## PROBLEM TO SOLVE
Word for word, transcribe the data below from the line with "return Renormalize(sum, error" to the line with "var product = firstHigh * secondHigh;", keeping both of those lines.

━━━━━ EXERCISE DATA ━━━━━

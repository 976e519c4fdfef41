namespace Stochastic.Chains.Kernels;

/// <summary>How far a solution may be from the truth when its refinement begins.</summary>
/// <param name="MostSteps">The most corrections that are made.</param>
/// <param name="LargestFirstCorrection">The largest first correction of an entry, relative to itself.</param>
internal readonly record struct RefinementReach(int MostSteps, double LargestFirstCorrection)
{
    /// <summary>The largest later correction: larger ones show that refinement does not contract.</summary>
    internal const double LargestCorrection = 1.0 / 16;

    /// <summary>Where elimination has left off: all but the last digits are right.</summary>
    internal static RefinementReach LastDigits => new(3, LargestCorrection);

    /// <summary>Anywhere: the first correction is a solve of its own.</summary>
    internal static RefinementReach Anywhere => new(8, double.PositiveInfinity);
}
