namespace Stochastic.Chains.Kernels;

/// <summary>
/// A pooled table in the layout that elimination likes best: rows a whole number of cache lines apart, but not a multiple of a memory page
/// (such rows evict each other from the caches), and the trailing columns of every block beginning on a cache line.
/// </summary>
internal sealed class WorkTable : IDisposable
{
    private const int DoublesPerLine = 8;
    private const int DoublesPerPage = 512;

    private readonly PooledBuffer _buffer;

    private WorkTable(PooledBuffer buffer, int stride)
    {
        _buffer = buffer;
        View = new MatrixView(buffer.Values, buffer.Start, stride);
    }

    /// <summary>The table; its content is undefined until written.</summary>
    internal MatrixView View { get; }

    /// <summary>Rents a table of the given extent.</summary>
    internal static WorkTable Rent(int rows, int columns)
    {
        var stride = PreferredStride(columns);
        return new WorkTable(PooledBuffer.Rent(checked(rows * stride), columns % DoublesPerLine), stride);
    }

    /// <summary>The distance between rows that a table of so many columns should have.</summary>
    internal static int PreferredStride(int columns)
    {
        var stride = (columns + DoublesPerLine - 1) / DoublesPerLine * DoublesPerLine;
        return stride % DoublesPerPage == 0 ? stride + DoublesPerLine : stride;
    }

    /// <summary>Gives the memory back to the pool.</summary>
    public void Dispose() => _buffer.Dispose();
}
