using System.Runtime.CompilerServices;

namespace Stochastic.Chains.Kernels;

/// <summary>
/// Sums, products and quotients of non-negative numbers that are each the unevaluated sum of two doubles, |low| ≤ u · high (Dekker 1971).
/// Errors: see <see cref="ScaledDoubleDouble"/>. They hold while no product of two highs falls below 2⁻⁹⁰⁰.
/// </summary>
internal static class DoubleDouble
{
    /// <summary>The sum, with an error of at most 3.1 u².</summary>
    [MethodImpl(MethodImplOptions.AggressiveInlining)]
    internal static (double High, double Low) Add(double firstHigh, double firstLow, double secondHigh, double secondLow)
    {
        var sum = firstHigh + secondHigh;
        var part = sum - firstHigh;
        var error = (firstHigh - (sum - part)) + (secondHigh - part);
        return Renormalize(sum, error + (firstLow + secondLow));
    }

    /// <summary>The product, with an error of at most 6.1 u².</summary>
    [MethodImpl(MethodImplOptions.AggressiveInlining)]
    internal static (double High, double Low) Multiply(double firstHigh, double firstLow, double secondHigh, double secondLow)
    {
        var product = firstHigh * secondHigh;
        var error = Math.FusedMultiplyAdd(firstHigh, secondHigh, -product);
        error = Math.FusedMultiplyAdd(firstLow, secondHigh, error);
        return Renormalize(product, Math.FusedMultiplyAdd(firstHigh, secondLow, error));
    }

    /// <summary>The quotient, with an error of at most 11.1 u².</summary>
    [MethodImpl(MethodImplOptions.AggressiveInlining)]
    internal static (double High, double Low) Divide(double firstHigh, double firstLow, double secondHigh, double secondLow)
    {
        var quotient = firstHigh / secondHigh;
        var remainder = Math.FusedMultiplyAdd(-quotient, secondHigh, firstHigh) + firstLow;
        remainder = Math.FusedMultiplyAdd(-quotient, secondLow, remainder);
        return Renormalize(quotient, remainder / secondHigh);
    }

    /// <summary>Dekker's fast two-sum: exact because the first number is the larger.</summary>
    [MethodImpl(MethodImplOptions.AggressiveInlining)]
    private static (double High, double Low) Renormalize(double high, double low)
    {
        var sum = high + low;
        return (sum, low - (sum - high));
    }
}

━━━━━

## ANSWER SECTION
        return Renormalize(sum, error + (firstLow + secondLow));
    }

    /// <summary>The product, with an error of at most 6.1 u².</summary>
    [MethodImpl(MethodImplOptions.AggressiveInlining)]
    internal static (double High, double Low) Multiply(double firstHigh, double firstLow, double secondHigh, double secondLow)
    {
        var product = firstHigh * secondHigh;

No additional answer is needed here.